Dalam Kamus Karo Indonesia kata “adat” diartikan sebagai bicara, kebiasaan, adat ini sebenarnya merangkup lapisan kehidupan seperti agama peradilan, hubungan keluarga kehidupan dan kematian.[12] Adat juga diartikan sebagai kebiasaan yang sudah dilakukan berulang-ulang, turun-temurun dan bersifat mengikat, normatif, dan tidak bisa dihindarkan baik perorangan maupun masyarakat. Adat juga sebagai tatanan hidup yang telah dilaksanakan berulang-ulang dan telah diwariskan kepada generasi penerus.[13] Sedangkan pengertian “nama” di dalam Kamus Karo Indonesia, yaitu kata untuk menyebut atau memanggil orang. Nama dalam bahasa Karo adalah gelar.[14]
Masyarakat Karo sudah mentradisi jika ada anak yang lahir maka anak beru langsung mendatangi seorang dukun untuk menanyakan bagaimana masa depan anak tersebut, sesuai dengan hari dan jam anak tersebut lahir. Hal ini dilakukan, apakah anak tersebut membawa rejeki atau membawa sial. Karena menurut kepercayaan masyarakat Karo, ada hari dan jam yang baik, ada yang kurang baik dan sama sekali tidak baik.[15] Untuk itu jika hari dan jamnya baik tidak ada persoalan, tapi jika kurang baik, maka sang dukun akan memperbaikinya dengan membuat beberapa acara atau persyaratan, seperti dengan memberikan jimat dan menetapkan nama anak yang lahit tersebut supaya anak tersebut membawa berkat. Sedangkan jika memang hari dan jam anak itu lahir tepat pada hari dan jam yang sama sekali tidak baik maka sang dukun juga tidak dapat mengubahnya menjadi baik. Untuk anak yang seperti ini biasanya akan di bunuh karena dianggap membawa sial, jika keluarga tidak sampai hati untuk membunuhnya dengan sengaja maka anak tersebut akan ditempatkan di bawah kolong dan tidak disusui supaya mati.[16] Inilah hari yang menjadi pedoman dan petunjuk bagi masyarakat Karo, mereka selalu pergi untuk menemui seorang dukun yang mereka sebut “guru simeteh ngoge wari si telu puluh”.
Dalam memberikan nama (erbahan gelar) bagi bayi yang baru lahir, Kalimbubu datang dan bermusyawarah tentang nama yang akan diberikan kepada bere-bere (keponakannya).

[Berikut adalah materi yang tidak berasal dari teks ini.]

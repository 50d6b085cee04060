import fc from 'fast-check';
import { describe, expect, it } from 'vitest';
import fixture from '../../../fixtures/sky/separation.json';
import { normaliseDeg } from './angle';
import { arbitraryPosition as equatorials } from './testing/arbitraryPosition';
import {
	angleBetweenDeg,
	deproject,
	offset,
	positionAngleDeg,
	project,
	separationDeg,
	toEquatorial,
	toVector
} from './vector';

describe('separation and position angle', () => {
	it('reads all 60 pairs', () => {
		expect(fixture.pairs).toHaveLength(60);
	});

	it.each(fixture.pairs)('agrees with 50-digit truth: $kind $lon1 $lat1', (pair) => {
		const a = { raDeg: pair.lon1, decDeg: pair.lat1 };
		const b = { raDeg: pair.lon2, decDeg: pair.lat2 };
		const truth = pair.sep_exact_deg;
		expect(Math.abs(separationDeg(a, b) - truth)).toBeLessThanOrEqual(1e-9 * truth + 1e-14);
		if (pair.pa_degenerate) return;
		const difference = Math.abs(positionAngleDeg(a, b) - pair.pa_exact_deg);
		expect(Math.min(difference, 360 - difference)).toBeLessThanOrEqual(
			Math.max(1e-9 * pair.pa_exact_deg, pair.pa_tol_deg ?? 0, 1e-13)
		);
	});

	// Meeus, Astronomical Algorithms, 2nd ed., example 17.a; figures from memory.
	it('gives 32.7930° from Arcturus to Spica', () => {
		const arcturus = { raDeg: 213.9154, decDeg: 19.1825 };
		const spica = { raDeg: 201.2983, decDeg: -11.1614 };
		expect(separationDeg(arcturus, spica)).toBeCloseTo(32.793, 4);
	});

	it('is symmetric and the same across RA 0', () => {
		fc.assert(
			fc.property(
				equatorials,
				equatorials,
				fc.double({ min: -720, max: 720, noNaN: true }),
				(a, b, turn) => {
					const turned = ({ raDeg, decDeg }: typeof a) => ({
						raDeg: normaliseDeg(raDeg + turn),
						decDeg
					});
					const there = separationDeg(a, b);
					expect(separationDeg(b, a)).toBeCloseTo(there, 11);
					expect(separationDeg(turned(a), turned(b))).toBeCloseTo(there, 9);
					expect(angleBetweenDeg(toVector(a), toVector(b))).toBeCloseTo(there, 10);
				}
			)
		);
	});
});

describe('offset and tangent plane', () => {
	it('lands at the distance and angle asked for', () => {
		const distances = fc.double({ min: 1e-6, max: 179, noNaN: true });
		const angles = fc.double({ min: 0, max: 359.99, noNaN: true });
		fc.assert(
			fc.property(equatorials, distances, angles, (centre, distanceDeg, angleDeg) => {
				const there = offset(centre, distanceDeg, angleDeg);
				expect(separationDeg(centre, there)).toBeCloseTo(distanceDeg, 9);
				if (Math.abs(centre.decDeg) > 89.99 || distanceDeg < 1e-3) return;
				const difference = Math.abs(positionAngleDeg(centre, there) - angleDeg);
				expect(Math.min(difference, 360 - difference)).toBeLessThan(1e-6);
			})
		);
	});

	it('comes back from the tangent plane, poles and RA 0 included', () => {
		fc.assert(
			fc.property(
				equatorials,
				fc.double({ min: 0, max: 80, noNaN: true }),
				(centre, distanceDeg) => {
					const position = offset(centre, distanceDeg, 77);
					const point = project(centre, position);
					if (!point) throw new Error('80° away is still on the plane');
					expect(separationDeg(deproject(centre, point), position)).toBeLessThan(1e-9);
				}
			)
		);
	});

	it('has no point on the plane for the far half of the sky', () => {
		expect(project({ raDeg: 10, decDeg: 20 }, { raDeg: 190, decDeg: -19 })).toBeNull();
	});

	it('round-trips unit vectors', () => {
		fc.assert(
			fc.property(equatorials, (position) => {
				expect(separationDeg(toEquatorial(toVector(position)), position)).toBeLessThan(1e-12);
			})
		);
	});
});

Setelah mereka menemukan nama yang dianggap baik, maka mami (isteri paman) bayi tersebut mengambil beras sejemput (diambil dengan cara lima jari) dengan doa: “Enda kutotoken man Dibata rebahan gelar beberengku enda” (sekarang aku berdoa kepada Tuhan untuk membuat nama keponakanku ini). kalau nanti serasi genap nanti beras ini dengan tanganku yang kanan dan semoga yang di tangan kiri ganjil. Sesudah itu dia mengambil lagi beras dengan ujung jari (njemput) dan terus menghitungnya dan ternyata genap bilangannya. Oleh karena itu dia berdoa sekali lagi. Jangan berbohong katakan yang sebenarnya, katakan serasi atau tidak. Kalau serasi, nanti ganjil di tangan yang kiri. Sesudah itu dia mengambil beras dengan jarinya dengan menggunakan tangan kiri serta menghitungnya, ternyata setelah dihitung bilangannya genap. Seandainya belum tepat seperti doanya maka terus diulangi dengan berganti-ganti mengatakan sebelah mana yang genap dan yang ganjil, sampai akhirnya tepat seperti yang ia sebutkan.[17] Setelah tepat jumlahnya genap dan ganjil seperti isi doanya maka ia mengatakan kepada ibu si bayi (beru): “Enda enggo kupadi-padiken gelar anakndu enda. Enggo padi gelarna si Missio. Ma enggo siakap mehuli kerina?” Pertanyaan tersebut dijawab suaminya dan semua keluarga: “Bage! Enggo mehuli.” Maka nama bayi tersebut sudah resmi si Missio. Juga jika anak itu perempuan, maka yang melakukan acara tersebut adalah bibina (saudara perempuan dari ayanh anak tersebut).[18]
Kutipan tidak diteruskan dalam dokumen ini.